Every record here needs to be written out again exactly.

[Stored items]
'''
import { firstAtLeast } from './column-search.ts'
import type { Curve } from './coverage-option.ts'
import { type Plot, type Window, xPixel, yPixel } from './plot-geometry.ts'

export type Box = {
  readonly left: number
  readonly top: number
  readonly right: number
  readonly bottom: number
}

/** A name with the point of its line that it belongs to. */
export type LineLabel = {
  readonly name: Curve['name']
  readonly text: string
  readonly at: { readonly x: number; readonly y: number }
  readonly line: { readonly x: number; readonly y: number }
}

const HEIGHTS = [0.16, 0.3, 0.45, 0.6, 0.08, 0.75]
const AWAY = { x: 26, y: 28 }
const LETTER = 6.6

/** Returns where the names of curves stand: below the curve at the right, clear of the edges and of each other. */
export function lineLabels(
  curves: readonly (Curve & { readonly label: string })[],
  { window, plot, total, taken }: { window: Window; plot: Plot; total: number; taken: readonly Box[] },
): LineLabel[] {
  const boxes = [...taken]
  const labels: LineLabel[] = []
  for (const { name, xs, ys, label } of curves) {
    for (const height of HEIGHTS) {
      const coverage = window.y.from + height * (window.y.to - window.y.from)
      const index = firstAtLeast(ys, coverage * total)
      const along = xs[index]
      if (along === undefined || along < window.x.from || along > window.x.to) continue
      const line = { x: xPixel(along, window, plot), y: yPixel(coverage, window, plot) }
      const at = { x: line.x + AWAY.x, y: Math.min(line.y + AWAY.y, plot.bottom - 14) }
      const box = { left: at.x, right: at.x + LETTER * label.length, top: at.y - 12, bottom: at.y + 5 }
      if (box.right > plot.right - 4 || boxes.some((other) => overlap(box, other))) continue
      boxes.push(box)
      labels.push({ name, text: label, at, line })
      break
    }
  }
  return labels
}

function overlap(one: Box, other: Box): boolean {
  return one.left < other.right && other.left < one.right && one.top < other.bottom && other.top < one.bottom
}
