import { gates, observability, queue, scratch, summary, undo, watchMasks, watchSlots } from './memory'
import { PLANE_BYTES, PLANE_SHIFT, bytesOf, copy, flip } from './plane'
import { emptyQueue, pushFanouts, takeNext } from './queue'
import { ALWAYS_WATCHED, watchOf } from './two-valued-propagate'
import { spend } from './work'
import { evaluateGate, netValue } from './three-valued-gates'

const UNDO_BYTES: i32 = 2 * PLANE_BYTES + 16

/** What is done to a stem. */
export const FLIP: u32 = 0
export const TO_X: u32 = 1

/** What is asked: detections alone, with effects that one net carries looked up; or both; or what is possible alone. */
export const DETECTIONS: u32 = 0
export const BOTH: u32 = 1
export const POSSIBLE: u32 = 2

/**
 * Propagates a flip of the stem, or an X on it, in the patterns of `live` in which it is known. Writes to `reached` the
 * patterns in which an observed output is known in both machines and differs, and to `possible` those in which it is
 * known in the good machine and X in the faulty one. A pattern is followed until what is asked of it is known; `live` is
 * used up.
 */
export function propagateThreeValued<W>(stem: u32, change: u32, ask: u32, live: usize, reached: usize, possible: usize): void {
  const bits = queue
  const words = summary
  const fresh = scratch + 8 * PLANE_BYTES
  for (let lane = 0; lane < bytesOf<W>(); lane += 16) {
    v128.store(reached + lane, i64x2.splat(0))
    v128.store(possible + lane, i64x2.splat(0))
  }
  let log = undo
  const stemValue = netValue(stem)
  store<u32>(log + 2 * PLANE_BYTES, stem)
  for (let lane = 0; lane < bytesOf<W>(); lane += 16) {
    const one = v128.load(stemValue + lane)
    const zero = v128.load(stemValue + lane + PLANE_BYTES)
    v128.store(log + lane, one)
    v128.store(log + lane + PLANE_BYTES, zero)
    const changed = v128.and(v128.or(one, zero), v128.load(live + lane))
    v128.store(stemValue + lane, v128.xor(one, change == FLIP ? changed : v128.and(one, changed)))
    v128.store(stemValue + lane + PLANE_BYTES, v128.xor(zero, change == FLIP ? changed : v128.and(zero, changed)))
  }
  log += UNDO_BYTES
  const stemRecord = gates + (<usize>stem << 4)
  let pending = pushFanouts(stemRecord, bits, words)
  let gate = stem
  let evaluated: u32 = 1
  while (pending > 0) {
    gate = takeNext(gate, bits, words)
    pending--
    evaluated++
    const record = gates + (<usize>gate << 4)
    const op = load<u32>(record)
    evaluateGate<W>(record, op, fresh)
    const at = netValue(gate)
    let any = i64x2.splat(0)
    for (let lane = 0; lane < bytesOf<W>(); lane += 16) {
      const alive = v128.load(live + lane)
      const one = v128.and(v128.xor(v128.load(fresh + lane), v128.load(at + lane)), alive)
      const zero = v128.and(v128.xor(v128.load(fresh + lane + PLANE_BYTES), v128.load(at + lane + PLANE_BYTES)), alive)
      v128.store(fresh + lane, one)
      v128.store(fresh + lane + PLANE_BYTES, zero)
      any = v128.or(any, v128.or(one, zero))
    }
    if (!v128.any_true(any)) continue

    const watch = watchOf(op)
    if (watch) {
      const mask = watchMasks + (<usize>load<u32>(watchSlots + (<usize>gate << 2)) << PLANE_SHIFT)
      any = i64x2.splat(0)
      for (let lane = 0; lane < bytesOf<W>(); lane += 16) {
        const one = v128.load(at + lane)
        const zero = v128.load(at + lane + PLANE_BYTES)
        const diffOne = v128.load(fresh + lane)
        const diffZero = v128.load(fresh + lane + PLANE_BYTES)
        let known = v128.or(one, zero)
        if (watch != ALWAYS_WATCHED) known = v128.and(known, v128.load(mask + lane))
        const flipped = v128.and(known, v128.and(diffOne, diffZero))
        const lost = v128.and(known, v128.xor(diffOne, diffZero))
        v128.store(reached + lane, v128.or(v128.load(reached + lane), flipped))
        v128.store(possible + lane, v128.or(v128.load(possible + lane), lost))
        const settled = ask == POSSIBLE ? v128.or(flipped, lost) : flipped
        const alive = v128.andnot(v128.load(live + lane), settled)
        v128.store(live + lane, alive)
        v128.store(fresh + lane, v128.and(diffOne, alive))
        v128.store(fresh + lane + PLANE_BYTES, v128.and(diffZero, alive))
        any = v128.or(any, alive)
      }
      if (!v128.any_true(any)) break
    }
    if (pending == 0 && ask == DETECTIONS) {
      const known = observability + (<usize>gate << PLANE_SHIFT)
      for (let lane = 0; lane < bytesOf<W>(); lane += 16) {
        const flipped = v128.and(v128.load(fresh + lane), v128.load(fresh + lane + PLANE_BYTES))
        v128.store(reached + lane, v128.or(v128.load(reached + lane), v128.and(flipped, v128.load(known + lane))))
      }
      break
    }
    store<u32>(log + 2 * PLANE_BYTES, gate)
    copy<W>(log, at)
    copy<W>(log + PLANE_BYTES, at + PLANE_BYTES)
    flip<W>(at, fresh)
    flip<W>(at + PLANE_BYTES, fresh + PLANE_BYTES)
    log += UNDO_BYTES
    pending += pushFanouts(record, bits, words)
  }
  if (pending > 0) emptyQueue(gate, pending)

  while (log > undo) {
    log -= UNDO_BYTES
    const at = netValue(load<u32>(log + 2 * PLANE_BYTES))
    copy<W>(at, log)
    copy<W>(at + PLANE_BYTES, log + PLANE_BYTES)
  }
  spend(evaluated)
}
'''
◆ **EXERCISE RESULT**:
import { firstAtLeast } from './column-search.ts'
import type { Curve } from './coverage-option.ts'
import { type Plot, type Window, xPixel, yPixel } from './plot-geometry.ts'

export type Box = {
  readonly left: number
  readonly top: number
  readonly right: number
  readonly bottom: number
}

/** A name with the point of its line that it belongs to. */
export type LineLabel = {
  readonly name: Curve['name']
  readonly text: string
  readonly at: { readonly x: number; readonly y: number }
  readonly line: { readonly x: number; readonly y: number }
}

const HEIGHTS = [0.16, 0.3, 0.45, 0.6, 0.08, 0.75]
const AWAY = { x: 26, y: 28 }
const LETTER = 6.6

/** Returns where the names of curves stand: below the curve at the right, clear of the edges and of each other. */
export function lineLabels(
  curves: readonly (Curve & { readonly label: string })[],
  { window, plot, total, taken }: { window: Window; plot: Plot; total: number; taken: readonly Box[] },
): LineLabel[] {
  const boxes = [...taken]
  const labels: LineLabel[] = []
  for (const { name, xs, ys, label } of curves) {
    for (const height of HEIGHTS) {
      const coverage = window.y.from + height * (window.y.to - window.y.from)
      const index = firstAtLeast(ys, coverage * total)
      const along = xs[index]
      if (along === undefined || along < window.x.from || along > window.x.to) continue
      const line = { x: xPixel(along, window, plot), y: yPixel(coverage, window, plot) }
      const at = { x: line.x + AWAY.x, y: Math.min(line.y + AWAY.y, plot.bottom - 14) }
      const box = { left: at.x, right: at.x + LETTER * label.length, top: at.y - 12, bottom: at.y + 5 }
      if (box.right > plot.right - 4 || boxes.some((other) => overlap(box, other))) continue
      boxes.push(box)
      labels.push({ name, text: label, at, line })
      break
    }
  }
  return labels
}

function overlap(one: Box, other: Box): boolean {
  return one.left < other.right && other.left < one.right && one.top < other.bottom && other.top < one.bottom
}
import { gates, observability, queue, scratch, summary, undo, watchMasks, watchSlots } from './memory'
import { PLANE_BYTES, PLANE_SHIFT, bytesOf, copy, flip } from './plane'
import { emptyQueue, pushFanouts, takeNext } from './queue'
import { ALWAYS_WATCHED, watchOf } from './two-valued-propagate'
import { spend } from './work'
import { evaluateGate, netValue } from './three-valued-gates'

const UNDO_BYTES: i32 = 2 * PLANE_BYTES + 16

/** What is done to a stem. */
export const FLIP: u32 = 0
export const TO_X: u32 = 1

/** What is asked: detections alone, with effects that one net carries looked up; or both; or what is possible alone. */
export const DETECTIONS: u32 = 0
export const BOTH: u32 = 1
export const POSSIBLE: u32 = 2

/**
 * Propagates a flip of the stem, or an X on it, in the patterns of `live` in which it is known. Writes to `reached` the
 * patterns in which an observed output is known in both machines and differs, and to `possible` those in which it is
 * known in the good machine and X in the faulty one. A pattern is followed until what is asked of it is known; `live` is
 * used up.
 */
export function propagateThreeValued<W>(stem: u32, change: u32, ask: u32, live: usize, reached: usize, possible: usize): void {
  const bits = queue
  const words = summary
  const fresh = scratch + 8 * PLANE_BYTES
  for (let lane = 0; lane < bytesOf<W>(); lane += 16) {
    v128.store(reached + lane, i64x2.splat(0))
    v128.store(possible + lane, i64x2.splat(0))
  }
  let log = undo
  const stemValue = netValue(stem)
  store<u32>(log + 2 * PLANE_BYTES, stem)
  for (let lane = 0; lane < bytesOf<W>(); lane += 16) {
    const one = v128.load(stemValue + lane)
    const zero = v128.load(stemValue + lane + PLANE_BYTES)
    v128.store(log + lane, one)
    v128.store(log + lane + PLANE_BYTES, zero)
    const changed = v128.and(v128.or(one, zero), v128.load(live + lane))
    v128.store(stemValue + lane, v128.xor(one, change == FLIP ? changed : v128.and(one, changed)))
    v128.store(stemValue + lane + PLANE_BYTES, v128.xor(zero, change == FLIP ? changed : v128.and(zero, changed)))
  }
  log += UNDO_BYTES
  const stemRecord = gates + (<usize>stem << 4)
  let pending = pushFanouts(stemRecord, bits, words)
  let gate = stem
  let evaluated: u32 = 1
  while (pending > 0) {
    gate = takeNext(gate, bits, words)
    pending--
    evaluated++
    const record = gates + (<usize>gate << 4)
    const op = load<u32>(record)
    evaluateGate<W>(record, op, fresh)
    const at = netValue(gate)
    let any = i64x2.splat(0)
    for (let lane = 0; lane < bytesOf<W>(); lane += 16) {
      const alive = v128.load(live + lane)
      const one = v128.and(v128.xor(v128.load(fresh + lane), v128.load(at + lane)), alive)
      const zero = v128.and(v128.xor(v128.load(fresh + lane + PLANE_BYTES), v128.load(at + lane + PLANE_BYTES)), alive)
      v128.store(fresh + lane, one)
      v128.store(fresh + lane + PLANE_BYTES, zero)
      any = v128.or(any, v128.or(one, zero))
    }
    if (!v128.any_true(any)) continue

    const watch = watchOf(op)
    if (watch) {
      const mask = watchMasks + (<usize>load<u32>(watchSlots + (<usize>gate << 2)) << PLANE_SHIFT)
      any = i64x2.splat(0)
      for (let lane = 0; lane < bytesOf<W>(); lane += 16) {
        const one = v128.load(at + lane)
        const zero = v128.load(at + lane + PLANE_BYTES)
        const diffOne = v128.load(fresh + lane)
        const diffZero = v128.load(fresh + lane + PLANE_BYTES)
        let known = v128.or(one, zero)
        if (watch != ALWAYS_WATCHED) known = v128.and(known, v128.load(mask + lane))
        const flipped = v128.and(known, v128.and(diffOne, diffZero))
        const lost = v128.and(known, v128.xor(diffOne, diffZero))
        v128.store(reached + lane, v128.or(v128.load(reached + lane), flipped))
        v128.store(possible + lane, v128.or(v128.load(possible + lane), lost))
        const settled = ask == POSSIBLE ? v128.or(flipped, lost) : flipped
        const alive = v128.andnot(v128.load(live + lane), settled)
        v128.store(live + lane, alive)
        v128.store(fresh + lane, v128.and(diffOne, alive))
        v128.store(fresh + lane + PLANE_BYTES, v128.and(diffZero, alive))
        any = v128.or(any, alive)
      }
      if (!v128.any_true(any)) break
    }
    if (pending == 0 && ask == DETECTIONS) {
      const known = observability + (<usize>gate << PLANE_SHIFT)
      for (let lane = 0; lane < bytesOf<W>(); lane += 16) {
        const flipped = v128.and(v128.load(fresh + lane), v128.load(fresh + lane + PLANE_BYTES))
        v128.store(reached + lane, v128.or(v128.load(reached + lane), v128.and(flipped, v128.load(known + lane))))
      }
      break
    }
    store<u32>(log + 2 * PLANE_BYTES, gate)
    copy<W>(log, at)
    copy<W>(log + PLANE_BYTES, at + PLANE_BYTES)
    flip<W>(at, fresh)
    flip<W>(at + PLANE_BYTES, fresh + PLANE_BYTES)
    log += UNDO_BYTES
    pending += pushFanouts(record, bits, words)
  }
  if (pending > 0) emptyQueue(gate, pending)

  while (log > undo) {
    log -= UNDO_BYTES
    const at = netValue(load<u32>(log + 2 * PLANE_BYTES))
    copy<W>(at, log)
    copy<W>(at + PLANE_BYTES, log + PLANE_BYTES)
  }
  spend(evaluated)
}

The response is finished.